- Coat of arms
- Interactive map of Gmina Kołczygłowy
- Coordinates (Kołczygłowy): 54°14′23″N 17°13′36″E﻿ / ﻿54.23972°N 17.22667°E
- Country: Poland
- Voivodeship: Pomeranian
- County: Bytów
- Seat: Kołczygłowy

Area
- • Total: 173.34 km^{2} (66.93 sq mi)

Population (2006)
- • Total: 4,321
- • Density: 24.93/km^{2} (64.56/sq mi)
- Website: http://www.kolczyglowy.pl/

= Gmina Kołczygłowy =

Gmina Kołczygłowy is a rural gmina (administrative district) in Bytów County, Pomeranian Voivodeship, in northern Poland. Its seat is the village of Kołczygłowy, which lies approximately 22 km north-west of Bytów and 93 km west of the regional capital Gdańsk.

The gmina covers an area of 173.34 km2, and as of 2006 its total population is 4,321.

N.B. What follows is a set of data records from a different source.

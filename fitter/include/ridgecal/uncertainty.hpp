// ridgecal: measurement uncertainty of the calibrated value (GUM method), for
// every model: the one-input polynomial (the N = 1 case of the general model,
// general_model() in calibration.hpp) and the extended fits (transforms, an aux
// input, restricted powers; extended_fit.hpp) alike.
//
// Components, all in reference units (standard uncertainties, added in
// quadrature; see docs/decision-and-uncertainty.md):
//  * fit residual: the residual standard deviation s of the training points,
//    s^2 = RSS / (n - df), df the effective number of parameters (Type A);
//  * fit coefficients: u_fit(x, a), the standard deviation of the fitted model
//    at reading x (and aux value a) from the coefficients' covariance (Type A).
//    The design row is Model::basis_row of the terms other than (0,0)
//    at the scaled inputs (t, s), centred on the training means when there is
//    an intercept; through the origin (cal.intercept false) it is
//    row(t) - row(t0), t0 the scaled reading 0, not centred: exactly the fit's
//    design. With w = V'(row - mean) from the SVD Xc = U S V',
//      Var(v(x, a)) = sigma_v^2 (1/n + w' diag(g_j^2) w),  g_j = s_j / (s_j^2 + n lambda)
//    (the ridge sandwich form s_v^2 (Xc'Xc + n lambda I)^-1 Xc'Xc (Xc'Xc + n lambda I)^-1,
//    least squares at lambda = 0; it ignores the shrinkage bias, which shows
//    up in s; the 1/n term only with an intercept), sigma_v the residual SD
//    of the fitted output v (the transformed reference; v = reference without
//    a reference transform), and u_fit = |d reference / d v| sqrt(Var(v))
//    through the inverse reference transform;
//  * reference standard: U_ref / k_ref as stated by the user (Type B, normal);
//  * reading resolution: a digit step r of the reading, rectangular,
//    u = |d reference / d reading| * r / (2 sqrt 3) (Type B). The slope is the
//    exact derivative of the polynomial for a model in the reading alone
//    without transforms, else a central difference through the whole
//    transform chain (transforms or an aux input).
//  * model inadequacy: u_inad(x), the systematic error the curve family
//    leaves where it cannot follow the sensor, from the leave-one-setpoint-out
//    errors against the pure error of the repeats, included when the
//    lack-of-fit test rejects the model (Type A; estimate_inadequacy below).
// combined(x, a) = sqrt(s^2 + u_fit^2 + u_ref^2 + u_res^2 + u_inad^2), U(x, a) = k combined(x, a).
// The headline `expanded` takes the largest value of each component over a
// grid of the calibrated region (band_points readings over the training
// readings' range x aux_points aux values, ends included), so it bounds U
// there. The record's `band` holds, at each of band_points readings, U at that
// reading (with an aux input: the largest U over the calibrated aux range, and
// `predicted` at the middle of that range).
#pragma once

#include <Eigen/Dense>
#include <limits>
#include <nlohmann/json.hpp>
#include <string>
#include <vector>

#include "ridgecal/calibration.hpp"
#include "ridgecal/model.hpp"

namespace ridgecal {

struct UncertaintyOptions {
  double reference_uncertainty =
      0.0;                   ///< U_ref of the reference standard (reference units), >= 0; default 0
  double reference_k = 1.0;  ///< coverage factor U_ref is stated with: 1 = a standard uncertainty
                             ///< (default), 2 = expanded k=2
  double resolution = 0.0;  ///< reading resolution (one digit step, reading units), >= 0; default 0
  double coverage_k =
      2.0;  ///< coverage factor of the reported expanded uncertainty; default 2 (about 95 %)
  int band_points = 21;  ///< points of the prediction band over the range, 2..1001; default 21
  /// Gate of the model-inadequacy term (inadequacy.cpp): the term enters the
  /// budget when the lack-of-fit F test of the final model against the pure
  /// error of the repeats gives p < inadequacy_alpha. 0 turns the term off;
  /// 0..0.5; default 0.05 (see docs/decision-and-uncertainty.md).
  double inadequacy_alpha = 0.05;

  /// Empty when valid, else a message naming the field, the value and the rule.
  std::string validate() const;
};

/// Type of evaluation (GUM): A from the data, B from other information.
enum class EvaluationType { A, B };
std::string to_string(EvaluationType t);                           ///< `A`, `B`
EvaluationType evaluation_type_from_string(const std::string& s);  ///< throws std::invalid_argument

enum class Distribution { Normal, Rectangular };
std::string to_string(Distribution d);                        ///< `normal`, `rectangular`
Distribution distribution_from_string(const std::string& s);  ///< throws std::invalid_argument

struct UncertaintyComponent {
  std::string
      name;  ///< `fit-residual`, `fit-coefficients`, `reference-standard`, `reading-resolution`
  EvaluationType type = EvaluationType::A;
  Distribution distribution = Distribution::Normal;
  double value = 0.0;        ///< as stated (U_ref, the digit step, s, ...)
  double divisor = 1.0;      ///< value / divisor = standard uncertainty of the input
  double sensitivity = 1.0;  ///< |d reference / d input| (largest over the range)
  double standard = 0.0;     ///< standard uncertainty contributed, reference units
  std::string note;
};

struct BandPoint {
  double reading = 0.0;
  double predicted = 0.0;     ///< calibrated value p(reading)
  double u_fit = 0.0;         ///< standard deviation of the fitted curve
  double u_inadequacy = 0.0;  ///< model-inadequacy standard uncertainty at this reading
  double combined = 0.0;      ///< combined standard uncertainty at this reading
  double expanded = 0.0;      ///< coverage_k * combined
};

/// One setpoint's evidence of model inadequacy (reference units).
struct InadequacyNode {
  double reading = 0.0;   ///< mean training reading of the setpoint
  double deleted = 0.0;   ///< mean error with the setpoint left out (group-deletion formula)
  double noise_sd = 0.0;  ///< standard deviation of `deleted` from the pure error alone
  double standard = 0.0;  ///< smoothed inadequacy standard uncertainty at this setpoint
};

/// The model-inadequacy term: an estimate of the systematic error of the
/// delivered curve where the curve family cannot follow the sensor, from the
/// training setpoints' leave-one-setpoint-out errors against the pure error of
/// the repeats. u(x) interpolates `nodes` linearly in u^2 (constant beyond the
/// ends); with an aux input the term is one figure over the whole region
/// (`uniform`). Zero unless `included`.
struct ModelInadequacy {
  bool estimated = false;  ///< enough evidence: repeats (df_pure >= 2) and >= 3 setpoints
  bool included = false;   ///< the gate passed: the term is in the budget
  double alpha = 0.0;      ///< the gate (UncertaintyOptions::inadequacy_alpha)
  double lack_of_fit_p = std::numeric_limits<double>::quiet_NaN();  ///< the gate's test
  double pure_sd = std::numeric_limits<double>::quiet_NaN();  ///< pooled repeat SD, reference units
  double df_pure = 0.0;
  double uniform = 0.0;               ///< with an aux input: the one figure used everywhere
  std::vector<InadequacyNode> nodes;  ///< one-input models: by increasing reading
  std::string reason;                 ///< why included or not, one sentence

  double at(double reading) const;  ///< u at a reading (0 unless included)
  double largest() const;           ///< largest u over the nodes (0 unless included)
};

struct UncertaintyBudget {
  std::vector<UncertaintyComponent> components;
  ModelInadequacy inadequacy;  ///< the evidence behind the `model-inadequacy` component
  double residual_sd = 0.0;
  double degrees_of_freedom = 0.0;  ///< n - df of the residual SD
  double combined = 0.0;            ///< combined standard uncertainty (largest over the range)
  double k = 2.0;
  double expanded = 0.0;  ///< k * combined
  std::string band_method;
  std::vector<BandPoint> band;  ///< over [x_min, x_max], increasing reading

  /// U at a reading: linear interpolation in the band; outside the range, the
  /// nearest band end (the curve is then an extrapolation anyway). Falls back
  /// to `expanded` when the band is empty.
  double expanded_at(double reading) const;
  std::string brief(const std::string& unit) const;  ///< a few lines for a terminal
  std::string full(const std::string& unit) const;   ///< brief() plus the notes and the band
};

/// Leverages and model variances of a fitted calibration, any model, rebuilt
/// from its training points and general_model(cal) (the same design as the
/// fit; see the top of this file). The aux value is ignored by models without
/// an aux input.
class FitCovariance {
 public:
  explicit FitCovariance(const Calibration& cal);
  bool ok() const { return ok_; }  ///< false without training points or without terms beyond (0,0)
  std::size_t n() const { return n_; }  ///< training points
  double effective_parameters() const {
    return df_;
  }  ///< intercept + sum of s_j^2/(s_j^2 + n lambda)
  double dof() const { return static_cast<double>(n_) - df_; }
  double residual_sd() const { return sigma_ref_; }  ///< reference units; NaN when n <= df
  double residual_sd_fitted() const {
    return sigma_v_;
  }  ///< in the fitted output v (= residual_sd() without a reference transform); NaN when n <= df
  /// Residual of a training point in the fitted output v (its error when
  /// there is no reference transform).
  double fitted_residual(const PointResult& p) const;
  /// Var(v(x, a)) / sigma_v^2 (NaN outside the transforms' domain).
  double variance_factor(double reading, double aux = 0.0) const;
  /// Leverage of a training point at (reading, aux): the hat-matrix diagonal.
  double leverage(double reading, double aux = 0.0) const;
  /// |d reference / d v| at (reading, aux): 1 without a reference transform.
  double output_sensitivity(double reading, double aux = 0.0) const;
  /// Standard deviation of the fitted model at (reading, aux), reference units.
  double u_fit(double reading, double aux = 0.0) const;
  const Model& model() const { return model_; }

 private:
  bool projected(double reading, double aux, Eigen::VectorXd& w) const;
  bool design_row(double reading, double aux, double* out) const;
  Model model_;
  Model columns_;  ///< model_ with the terms other than (0,0): the design columns
  bool ok_ = false;
  bool intercept_ = true;
  std::size_t n_ = 0;
  double lambda_ = 0.0, df_ = 0.0, sigma_ref_ = 0.0, sigma_v_ = 0.0;
  std::vector<double> origin_;  ///< design row at reading 0 (through the origin only)
  Eigen::RowVectorXd mean_;
  Eigen::MatrixXd V_;
  Eigen::VectorXd s_;
  int rank_ = 0;
};

/// The budget of a fitted calibration, any model, evaluated anywhere in
/// (reading, aux).
class UncertaintyEvaluator {
 public:
  /// Preconditions: options.validate() is empty; aux_points >= 2.
  UncertaintyEvaluator(const Calibration& cal, const UncertaintyOptions& options,
                       int aux_points = 11);
  const FitCovariance& covariance() const { return cov_; }
  /// |d reference / d reading| at (reading, aux): the polynomial's exact
  /// derivative for a model in the reading alone without transforms, else a
  /// central difference through the transform chain.
  double reading_sensitivity(double reading, double aux = 0.0) const;
  double combined_at(double reading, double aux = 0.0) const;  ///< combined standard uncertainty
  /// combined_at without the model-inadequacy term: what the fit's own scatter
  /// and the stated inputs allow (the adequacy check of decision.hpp).
  double combined_without_inadequacy_at(double reading, double aux = 0.0) const;
  /// U at (reading, aux) for guarded acceptance. Without an aux input the band
  /// is U(x) itself and this interpolates in it (UncertaintyBudget::expanded_at,
  /// so a reader of the record gets the same figure); with an aux input the
  /// band is an envelope and U is evaluated at the point itself.
  double expanded_at(double reading, double aux = 0.0) const;
  const UncertaintyBudget& budget() const { return budget_; }

 private:
  UncertaintyOptions options_;
  FitCovariance cov_;
  std::vector<std::vector<double>> monomial_;  ///< model in powers of (t, s), for the slope
  double s_ = 0.0, u_ref_ = 0.0;
  UncertaintyBudget budget_;
};

/// Estimates the model-inadequacy term of a fitted calibration
/// (inadequacy.cpp; the method is in docs/decision-and-uncertainty.md).
/// `residual_sd` is the budget's fit-residual component (reference units):
/// the pooled in-sample lack of fit it already carries is not counted twice.
ModelInadequacy estimate_inadequacy(const Calibration& cal, const FitCovariance& cov,
                                    double residual_sd, double alpha);

/// The floors of the variation check (calibration_csv.hpp) these options
/// imply: the reading resolution, and the reference standard's uncertainty
/// expanded with k = 2 (references closer together than that cannot be told
/// apart).
VariationFloors variation_floors(const UncertaintyOptions& options);

/// Evaluates the budget: UncertaintyEvaluator(cal, options).budget().
/// Preconditions: options.validate() is empty.
UncertaintyBudget evaluate_uncertainty(const Calibration& cal, const UncertaintyOptions& options);

nlohmann::json to_json(const UncertaintyBudget& u);
UncertaintyBudget uncertainty_from_json(const nlohmann::json& j,
                                        const std::string& file);  ///< throws InputError

}  // namespace ridgecal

The gmina contains part of the protected area called Słupia Valley Landscape Park.

==Villages==
Gmina Kołczygłowy contains the villages and settlements of Barkocin, Barnowiec, Barnowo, Barnowski Młyn, Darżkowo, Dobojewo, Gałąźnia Mała, Gałąźnia Wielka, Gęślice, Górki, Grępno, Jasionka, Jezierze, Klęskowo, Kołczygłówki, Kołczygłowy, Laski, Łobzowo, Łubno, Miłobądź, Nowa Jasionka, Nowe Łubno, Podgórze, Przyborze, Pustka, Radusz, Różki, Sierowo, Świelubie, Wądół, Wierszynko, Wierszyno, Witanowo, Zagony and Zatoki.

==Neighbouring gminas==
Gmina Kołczygłowy is bordered by the gminas of Borzytuchom, Dębnica Kaszubska, Miastko, Trzebielino and Tuchomie.